Wenn man selbst, so wie ich, charakterlich ganz anders gestrickt ist, kann es faszinierend, aber auch mühsam sein, ein ganzes Buch aus so einer Perspektive zu lesen. Eine Sympathieträgerin war die erwähnte Frau für mich nicht unbedingt, muss sie aber wohl nicht sein. Ich kenne Menschen, die ähnlich ticken wie sie, insofern ist sie durchaus authentisch dargestellt.

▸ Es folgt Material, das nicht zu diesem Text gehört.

// The tidy CSV tables a batch writes: one row per observation, units in the column names. Rows are keyed by (file,
// time point): t_index and t_s are the last two columns of embryos.csv, boundaries.csv and profiles.csv (appended, so
// that readers of the older tables by position keep working); t_index is 0 and t_s the file's time (often empty) for a
// file with one time point.
import { embryoResults, resultTimeIndex, type Boundary, type EmbryoResult, type ExponentialFit, type Profile } from '../model';

export { embryoResults };
import { toCsv, type CsvValue } from '../csv';
import { clipMessage, warningsCell } from './messages';

/** The measurement columns of one result (embryos.csv without its time columns; timecourse.csv after file, t_index, t_s). */
export const EMBRYO_MEASURE_COLUMNS = [
  'file', 'status', 'error', 'warnings', 'pixel_size_um', 'pixel_size_source', 'egg_length_um', 'egg_width_um',
  'anterior_x_px', 'anterior_y_px', 'posterior_x_px', 'posterior_y_px', 'axis_source', 'gradient_channel',
  'lambda_um', 'lambda_el', 'lambda_se_um', 'lambda_ci_low_um', 'lambda_ci_high_um',
  'lambda_se_model_um', 'lambda_se_serial_um', 'lambda_se_source', 'residual_lag1', 'fit_weighting',
  'amplitude', 'background', 'r2',
  'fit_start_el', 'fit_end_el', 'boundary_el', 'boundary_width_el', 'boundary_width_10_90_el',
] as const;

/** embryos.csv's columns of each side measured on its own (--edge-side each; empty otherwise): each side's λ, and the
 *  paired difference dorsal − ventral with its SE, 95% interval, which SE was used and the sides' error correlation. */
export const SIDE_COLUMNS = [
  'lambda_dorsal_um', 'lambda_dorsal_el', 'lambda_dorsal_se_um', 'lambda_dorsal_ci_low_um', 'lambda_dorsal_ci_high_um',
  'lambda_ventral_um', 'lambda_ventral_el', 'lambda_ventral_se_um', 'lambda_ventral_ci_low_um', 'lambda_ventral_ci_high_um',
  'lambda_dorsal_minus_ventral_um', 'lambda_dorsal_minus_ventral_el', 'lambda_dorsal_minus_ventral_se_um', 'lambda_dorsal_minus_ventral_se_el',
  'lambda_dorsal_minus_ventral_ci_low_um', 'lambda_dorsal_minus_ventral_ci_high_um', 'lambda_dorsal_minus_ventral_ci_low_el', 'lambda_dorsal_minus_ventral_ci_high_el',
  'lambda_dorsal_minus_ventral_se_source', 'side_error_correlation',
] as const;

/** The key columns added to the per-result tables: time point (0-based) and its time in s (empty when unknown). */
export const TIME_COLUMNS = ['t_index', 't_s'] as const;

/** Columns of embryos.csv, one row per input file (a movie's: its last analysed time point). */
export const EMBRYO_COLUMNS = [...EMBRYO_MEASURE_COLUMNS, ...SIDE_COLUMNS, ...TIME_COLUMNS] as const;

/** Columns of boundaries.csv, one row per file × time point × channel × method. */
export const BOUNDARY_COLUMNS = [
  'file', 'channel', 'method', 'position_el', 'position_um', 'width_el', 'width_10_90_el', 'position_se_el', 'direction', 'note', ...TIME_COLUMNS,
] as const;

/** Columns of profiles.csv (long format), one row per file × time point × channel × bin. */
export const PROFILE_COLUMNS = ['file', 'channel', 'x_el', 'x_um', 'mean', 'sd', 'n', ...TIME_COLUMNS] as const;

/** The t_index and t_s cells of a result. */
function timeCells(r: EmbryoResult): CsvValue[] {
  return [resultTimeIndex(r), r.tS ?? null];
}

/** Columns of landmarks.csv, one row per hand-marked landmark. */
export const LANDMARK_COLUMNS = ['file', 'name', 'x_px', 'y_px', 'x_el', 'x_um', 'off_axis_um'] as const;

/** The summary boundary of one embryo: first boundary channel, its logistic result if present, else its first method. */
export function summaryBoundary(result: EmbryoResult): Boundary | null {
  const first = result.boundaries[0];
  if (first === undefined) return null;
  const sameChannel = result.boundaries.filter((b) => b.channel === first.channel);
  return sameChannel.find((b) => b.method === 'logistic') ?? first;
}

/** One embryos.csv row (cells in EMBRYO_COLUMNS order). */
export function embryoRow(r: EmbryoResult): CsvValue[] {
  return [...embryoMeasureRow(r), ...sideCells(r), ...timeCells(r)];
}

/** The SIDE_COLUMNS cells of a result (all empty when the sides were not measured apart). */
export function sideCells(r: EmbryoResult): CsvValue[] {
  const s = r.sides;
  const fitCells = (f: ExponentialFit | null | undefined): CsvValue[] => [f?.lambdaUm, f?.lambdaEl, f?.lambdaSeUm, f?.lambdaCiLowUm, f?.lambdaCiHighUm];
  const d = s?.difference;
  return [
    ...fitCells(s?.dorsalFit), ...fitCells(s?.ventralFit),
    d?.lambdaUm, d?.lambdaEl, d?.seUm, d?.seEl, d?.ciLowUm, d?.ciHighUm, d?.ciLowEl, d?.ciHighEl, d?.seSource, d?.sideCorrelation,
  ];
}

/** The measurement cells of one result (EMBRYO_MEASURE_COLUMNS order). */
export function embryoMeasureRow(r: EmbryoResult): CsvValue[] {
  const fit = r.gradientFit;
  const boundary = summaryBoundary(r);
  return [
    r.file, r.status, r.error === null ? null : clipMessage(r.error), warningsCell(r.warnings), r.pixelSizeUm, r.pixelSizeSource, r.eggLengthUm, r.eggWidthUm,
    r.axis?.anterior.x, r.axis?.anterior.y, r.axis?.posterior.x, r.axis?.posterior.y, r.axis?.source,
    r.gradientChannel, fit?.lambdaUm, fit?.lambdaEl, fit?.lambdaSeUm, fit?.lambdaCiLowUm, fit?.lambdaCiHighUm,
    fit?.lambdaSeModelUm, fit?.lambdaSeSerialUm, fit?.lambdaSeSource, fit?.residualLag1,
    fit ? (fit.weighted ? 'inverse-variance' : 'none') : null,
    fit?.amplitude, fit?.background, fit?.r2, fit?.fitRangeEl[0], fit?.fitRangeEl[1],
    boundary?.positionEl, boundary?.widthEl, width1090El(boundary?.widthEl ?? null),
  ];
}

/** embryos.csv text: one row per file (embryoResults), in the given order. */
export function embryosCsv(results: readonly EmbryoResult[]): string {
  return toCsv(EMBRYO_COLUMNS, embryoResults(results).map(embryoRow));
}

/** The logistic's 10–90% width, the distance over which it goes from 10% to 90% of its step: 2·ln 9·w ≈ 4.394·w. */
export function width1090El(widthEl: number | null): number | null {
  return widthEl === null ? null : 2 * Math.log(9) * widthEl;
}

/** boundaries.csv text: every boundary of every result (every analysed time point of a movie). */
export function boundariesCsv(results: readonly EmbryoResult[]): string {
  const rows = results.flatMap((r) => r.boundaries.map((b): CsvValue[] => [
    r.file, b.channel, b.method, b.positionEl, b.positionUm, b.widthEl, width1090El(b.widthEl), b.positionSeEl, b.direction, b.note, ...timeCells(r),
  ]));
  return toCsv(BOUNDARY_COLUMNS, rows);
}

/** The profiles of one embryo: the gradient channel's, then each boundary channel's not already listed. */
export function embryoProfiles(result: EmbryoResult): Profile[] {
  const all = result.gradientProfile ? [result.gradientProfile, ...result.boundaryProfiles] : [...result.boundaryProfiles];
  return all.filter((p, i) => all.findIndex((q) => q.channel === p.channel) === i);
}

/** profiles.csv text (long format): one row per bin of every profile of every result (every analysed time point of a movie). */
export function profilesCsv(results: readonly EmbryoResult[]): string {
  const rows: CsvValue[][] = [];
  for (const r of results) {
    const [t, tS] = timeCells(r);
    for (const p of embryoProfiles(r)) {
      for (let i = 0; i < p.xEl.length; i += 1) rows.push([r.file, p.channel, p.xEl[i], p.xUm[i], p.mean[i], p.sd[i], p.n[i], t, tS]);
    }
  }
  return toCsv(PROFILE_COLUMNS, rows);
}

/** landmarks.csv text: every landmark of each file's embryo row (embryoResults) with its image position and its projection on the AP axis. */
export function landmarksCsv(results: readonly EmbryoResult[]): string {
  const rows = embryoResults(results).flatMap((r) => r.landmarks.map((l): CsvValue[] => [
    r.file, l.name, l.point.x, l.point.y, l.xEl, l.xUm, l.offAxisUm,
  ]));
  return toCsv(LANDMARK_COLUMNS, rows);
}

Inhaltlich dreht sich das Buch unter anderem um Familienthemen: um einen jungen Mann, der meint, der Sohn der Ich-Erzählerin zu sein und der damit Recht hat oder auch nicht... darum, was dieses Thema mit ihr und anderen Menschen macht und vieles mehr (ohne zu viel verraten zu wollen). das Buch spielt mit den verschiedenen Perspektiven im Kopf der Ich-Erzählerin (und vielleicht auch in ihrem Leben, das weiß man nicht so genau), mit einem Was-wäre-wenn, mit echten oder falschen Erinnerungen und mit so einigem mehr... und lässt dabei bis zum Ende vieles offen.

Auch nach einer umfangreichen Diskussion mit anderen sowie der Analyse einiger Interviews mit der Autorin selbst bleibt vieles in diesem Buch für mich rätselhaft. So ist es vermutlich auch gedacht, das öffnet wiederum für die Lesenden einen breiten Interpretations- und Spiegelungsraum. Wer das mag, kann mit diesem Buch sicher einiges anfangen. Jedenfalls gibt es Stoff zum länger darüber diskutieren und nachsinnen. Wer hingegen Bücher mit zumindest einigermaßen verlässlichen Erzählstimmen und klaren Auflösungen bevorzugt, wird mit dieser Lektüre wohl nicht sehr glücklich werden, oder jedenfalls herausgefordert, die eigene Lesekomfortzone zu erweitern.